14 Ağustos 2014 Perşembe

Ayvalık &Midilli ve tabii ki Molivos…




 
Son senelerde adet edindik… Önce yazlığa gidip oradan da komşu ada Midilli’ye geçiyoruz… Seviyoruz karşı komşumuzu… İnsanlar kibar, yemekler güzel, Avrupa’dasın ama değilsin...

Adaya geçmeden önce eski bir arkadaşımla buluşmak için biraz erken gittiğim Ayvalık’ta dolanmaya vaktim oldu, nasıl güzel ara sokaklar, mini mini kafeler, ahşap dükkânları ile yan yana bit pazarı, eski eşyalar…

Uzun zamandır gezmemişim Ayvalığın arka sokaklarını tamam dedim işte buymuş aradığım, tezgâhlar da ki enfes emaye sürahiler, topraktan tencereler…

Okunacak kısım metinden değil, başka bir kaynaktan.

const azimuthArb = fc.double({ min: 0, max: 360, maxExcluded: true, noNaN: true });
// Dips with the edge cases 0 (horizontal) and 90 (vertical) drawn often.
const dipArb = fc.oneof(fc.constant(0), fc.constant(90), fc.double({ min: 0, max: 90, noNaN: true }));
const planeArb = fc.record({ dipDirection: azimuthArb, dip: dipArb, overturned: fc.boolean() });
const PLANE_FORMATS: PlaneFormat[] = ['dipdir', 'rhr', 'strike-quadrant', 'quadrant'];

describe('format -> parse round trips (property)', () => {
  for (const notation of PLANE_FORMATS) {
    it(`parsePlane(formatPlane(p, '${notation}', {decimals: 4}), '${notation}') returns p to 0.5e-4 for any plane`, () => {
      fc.assert(
        fc.property(planeArb, (p) => {
          const text = formatPlane(p, notation, { decimals: 4 });
          const back = parsePlane(text, notation);
          expectAzimuth(back.dipDirection, p.dipDirection, 0.5e-4 + 1e-9, `dipDirection of ${text}`);
          expectClose(back.dip, p.dip, 0.5e-4 + 1e-9, `dip of ${text}`);
          expect(back.overturned === true).toBe(p.overturned);
        }),
        { numRuns: 2000 },
      );
    });

    it(`parsePlane(formatPlane(p, '${notation}'), '${notation}') returns whole-degree planes exactly, 0 and 90 included`, () => {
      fc.assert(
        fc.property(fc.integer({ min: 0, max: 359 }), fc.integer({ min: 0, max: 90 }), (dipDirection, dip) => {
          expect(parsePlane(formatPlane({ dipDirection, dip }, notation), notation)).toEqual({ dipDirection, dip });
        }),
        { numRuns: 2000 },
      );
    });
  }

  it("parsePlane(text, 'auto') reads what formatPlane writes in strike-quadrant and quadrant notation", () => {
    fc.assert(
      fc.property(planeArb, fc.constantFrom<PlaneFormat>('strike-quadrant', 'quadrant'), (p, notation) => {
        const text = formatPlane(p, notation, { decimals: 3 });
        expectAzimuth(parsePlane(text, 'auto').dipDirection, p.dipDirection, 0.5e-3 + 1e-9, text);
      }),
    );
  });

  for (const notation of ['azimuth', 'quadrant'] as LineFormat[]) {
    it(`parseLine(formatLine(l, '${notation}', {decimals: 4}), '${notation}') returns l to 0.5e-4 for any line`, () => {
      fc.assert(
        fc.property(azimuthArb, dipArb, (trend, plunge) => {
          const text = formatLine({ trend, plunge }, notation, { decimals: 4 });
          const back = parseLine(text, notation);
          expectAzimuth(back.trend, trend, 0.5e-4 + 1e-9, `trend of ${text}`);
          expectClose(back.plunge, plunge, 0.5e-4 + 1e-9, `plunge of ${text}`);
        }),
        { numRuns: 2000 },
      );
    });
  }

  it("parsePlane(text, 'strike-quadrant') always gives strike ± 90 on the side of the written letters", () => {
    // Definition SQ: the dip direction is perpendicular to the strike, within the sector named.
    fc.assert(
      fc.property(fc.integer({ min: 0, max: 359 }), fc.constantFrom('N', 'NE', 'E', 'SE', 'S', 'SW', 'W', 'NW'), (strike, letters) => {
        let plane: PlaneMeasurement;
        try {
          plane = parsePlane(`${strike}/30${letters}`, 'strike-quadrant');
        } catch (e) {
          // Only letters along the strike may be refused: neither strike ± 90 in the sector.
          expect(e).toBeInstanceOf(NotationError);
          expect(inSector(strike + 90, letters as 'N') || inSector(strike + 270, letters as 'N')).toBe(false);
          return;
        }
        const off = Math.abs(((plane.dipDirection - strike + 540) % 360) - 180);
        expect(off).toBe(90);
        expect(inSector(plane.dipDirection, letters as 'N')).toBe(true);
      }),
    );
  });
});
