package gainsay

import (
	"bytes"
	"encoding/json"
	"errors"
	"fmt"
	"io"
	"math"
	"strconv"

	"github.com/gainsay/gainsay/internal/jsonl"
	"github.com/gainsay/gainsay/nli"
)

// Verdict is the judgement on a whole reply.
type Verdict string

// The verdicts.
const (
	Contradiction Verdict = "contradiction" // at least one pair at or above the threshold
	Consistent    Verdict = "consistent"    // none
	Failed        Verdict = "error"         // the reply could not be read or scored
)

// Prob is a probability or weight, written with at most 6 decimals so that output bytes do not depend
// on the last bits of floating-point arithmetic.
type Prob float64

// MarshalJSON writes p rounded to 6 decimals, in the shortest form.
func (p Prob) MarshalJSON() ([]byte, error) {
	v := math.Round(float64(p)*1e6) / 1e6
	if math.IsNaN(v) || math.IsInf(v, 0) {
		return nil, fmt.Errorf("probability %v is not a number", float64(p))
	}
	if v == 0 {
		v = 0 // no "-0"
	}
	return strconv.AppendFloat(nil, v, 'f', -1, 64), nil
}

// Probs are a pair's NLI probabilities in a record.
type Probs struct {
	Contradiction Prob `json:"contradiction"`
	Entailment    Prob `json:"entailment"`
	Neutral       Prob `json:"neutral"`
}

// ProbsOf is p as written in records.
func ProbsOf(p nli.Probs) Probs {
	return Probs{Prob(p.Contradiction), Prob(p.Entailment), Prob(p.Neutral)}
}

// Record is the output for one input reply: the verdict, the highest contradiction probability over
// its (fact, sentence) pairs, and a finding for every pair at or above the threshold.
type Record struct {
	ID       string    `json:"id"`
	Verdict  Verdict   `json:"verdict"`
	Score    Prob      `json:"score"`
	Findings []Finding `json:"findings"`
	Error    string    `json:"error,omitempty"`
	// Text is the reply itself: offsets refer to it, and align and report need it.
	Text    string `json:"text"`
	Context string `json:"context,omitempty"`
	// Line is the reply's line in its input file.
	Line      int    `json:"line"`
	Model     string `json:"model,omitempty"`
	Threshold Prob   `json:"threshold"`
	// SkippedPairs counts the (fact, sentence) pairs the relevance gate kept from the NLI model.
	SkippedPairs int `json:"skipped_pairs,omitempty"`
	// Run identifies the model, profile and settings that made the record (Options.RunID), so that
	// a resumed run or the shards of one can be checked to belong together.
	Run string `json:"run,omitempty"`
	// Extra carries the input fields gainsay does not know, unchanged.
	Extra map[string]json.RawMessage `json:"extra,omitempty"`
}

// Finding is one (fact, sentence) pair judged a contradiction.
type Finding struct {
	FactID   string      `json:"fact_id"`
	Fact     string      `json:"fact"`
	Sentence SentenceRef `json:"sentence"`
	Probs    Probs       `json:"probs"`
	// Spans are the words that drive the contradiction, heaviest first.
	Spans []Span `json:"spans"`
	// Truncated: the pair was longer than the model takes and was cut.
	Truncated bool `json:"truncated,omitempty"`
	// Unattributed: the reply's attribution budget was spent on more probable findings, so this one
	// has no spans (Options.AttributionBudget).
	Unattributed bool `json:"unattributed,omitempty"`

	order int // the fact's place in the profile, for a stable order of findings
}

// SentenceRef is a sentence of the reply. Start and End count code points (Python str indexes, end
// exclusive); ByteStart and ByteEnd count UTF-8 bytes.
type SentenceRef struct {
	Start     int    `json:"start"`
	End       int    `json:"end"`
	ByteStart int    `json:"byte_start"`
	ByteEnd   int    `json:"byte_end"`
	Text      string `json:"text"`
}

// Span is a penalty span: a run of culprit words in the reply and its weight, the largest drop in
// contradiction probability when one of its words is left out. Offsets as in SentenceRef.
type Span struct {
	Start     int    `json:"start"`
	End       int    `json:"end"`
	ByteStart int    `json:"byte_start"`
	ByteEnd   int    `json:"byte_end"`
	Text      string `json:"text"`
	Weight    Prob   `json:"weight"`
}

// RecordWriter writes records as JSON Lines. Records are held until Flush, which hands them to the
// underlying writer in one Write: a file killed mid-run then holds whole lines only.
type RecordWriter struct {
	w   io.Writer
	buf bytes.Buffer
}

// NewRecordWriter writes to w; call Flush after each batch of records and at the end.
func NewRecordWriter(w io.Writer) *RecordWriter { return &RecordWriter{w: w} }

// Write adds one record as one line.
func (rw *RecordWriter) Write(r *Record) error {
	b, err := MarshalRecord(r)
	if err != nil {
		return err
	}
	rw.buf.Write(b)
	rw.buf.WriteByte('\n')
	return nil
}

// Flush writes the records added since the last Flush in one Write.
func (rw *RecordWriter) Flush() error {
	if rw.buf.Len() == 0 {
		return nil
	}
	_, err := rw.w.Write(rw.buf.Bytes())
	rw.buf.Reset()
	return err
}

// MarshalJSON writes empty findings and spans as [] rather than null, so that consumers can iterate
// without checks, and the score of an error record as null: a reply that was not checked has no
// score, and 0 would read as consistent.
func (r Record) MarshalJSON() ([]byte, error) {
	type plain Record // without this method
	p := plain(r)
	p.Findings = make([]Finding, len(r.Findings))
	for i, f := range r.Findings {
		if f.Spans == nil {
			f.Spans = []Span{}
		}
		p.Findings[i] = f
	}
	var buf bytes.Buffer
	enc := json.NewEncoder(&buf)
	enc.SetEscapeHTML(false)
	if r.Verdict == Failed {
		p.Score = 0
	}
	if err := enc.Encode(p); err != nil {
		return nil, err
	}
	out := bytes.TrimRight(buf.Bytes(), "\n")
	if r.Verdict == Failed {
		// The fields come in their declared order: id, verdict, score.
		id, _ := json.Marshal(r.ID)
		zero := append(append([]byte(`{"id":`), id...), `,"verdict":"error","score":0,`...)
		if bytes.HasPrefix(out, zero) {
			out = append(append(zero[:len(zero)-2:len(zero)-2], "null,"...), out[len(zero):]...)
		}
	}
	return out, nil
}

// MarshalRecord encodes a record as one line without HTML escaping.
func MarshalRecord(r *Record) ([]byte, error) {
	var buf bytes.Buffer
	enc := json.NewEncoder(&buf)
	enc.SetEscapeHTML(false)
	if err := enc.Encode(r); err != nil {
		return nil, err
	}
	return bytes.TrimRight(buf.Bytes(), "\n"), nil
}

// RecordReader reads records written by gainsay check.
type RecordReader struct {
	s    *jsonl.Scanner
	name string
}

// NewRecordReader reads JSON Lines records from r; name is used in errors.
func NewRecordReader(r io.Reader, name string) *RecordReader {
	return &RecordReader{s: jsonl.NewScanner(r), name: name}
}

// Next returns the next record or io.EOF. A line that is not a record is an *InputError.
func (rr *RecordReader) Next() (Record, error) {
	raw, line, err := rr.s.Next()
	if errors.Is(err, io.EOF) {
		return Record{}, io.EOF
	}
	if err != nil {
		return Record{}, fmt.Errorf("%s: %w", rr.name, err)
	}
	var rec Record
	if err := json.Unmarshal(raw, &rec); err != nil {
		return Record{}, inputErr(rr.name, line, "", "not a gainsay record: %v", err)
	}
	switch rec.Verdict {
	case Contradiction, Consistent, Failed:
	case "":
		return Record{}, inputErr(rr.name, line, "verdict", "missing (is this the output of gainsay check?)")
	default:
		return Record{}, inputErr(rr.name, line, "verdict", "%q is not contradiction, consistent or error", rec.Verdict)
	}
	return rec, nil
}

// ReadAllRecords reads every record of r.
func ReadAllRecords(r io.Reader, name string) ([]Record, error) {
	rr := NewRecordReader(r, name)
	var out []Record
	for {
		rec, err := rr.Next()
		if errors.Is(err, io.EOF) {
			return out, nil
		}
		if err != nil {
			return nil, err
		}
		out = append(out, rec)
	}
}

Birde yorulunca ‘Cafe Caramel’de taze şeftali püreli, mis gibi sakız kokan muhallebi… Ben geç tanıştım, artık bırakmam, sizde deneyin, yanına da bir Türk kahvesi sipariş edin, fincanlara bayıldım ne hoş derseniz de hemen ücretini ödeyip paket yaptırın, kış aylarında Ayvalığın sıcağını içinizde hissedin…

Arife günü geldi çattı, tüm aile toplandı, sabah erken uyanıldı, pasaportlar son bir kontrol edildi ve yola çıkıldı…

Malum bayram tatili, minicik çıkış kapımızdaki kalabalık bildiğin havalimanı sırası, Allah’tan hızlı işliyor da çabucak geçtik. Unutmadan minik bir duty free bile açılmış, meraklısına duyurulur…

Turyol’dan memnunuz biz, her sene turyol’ dan alırız biletlerimizi, 15-20 dk gecikmeli kalkar ama kalkmadığı olmaz sağ-salim karşıdasınız…

Ada’da pasaport kontrolünden geçtikten hemen sonra kiraladığımız arabalarımızı aldık, bavulları yerleştirdik ve koştuk öğle yemeğine ‘Kalderimi’ ye… Kalderimi severek yemeklerini yediğimiz Midilli’nin içinde bulunan salaş ama güzel mezeler sunan bir restoran… mutlaka uğrayın, pişman olmazsınız… Benim favorilerim; kızarmış peynir ve kalamar ızgara…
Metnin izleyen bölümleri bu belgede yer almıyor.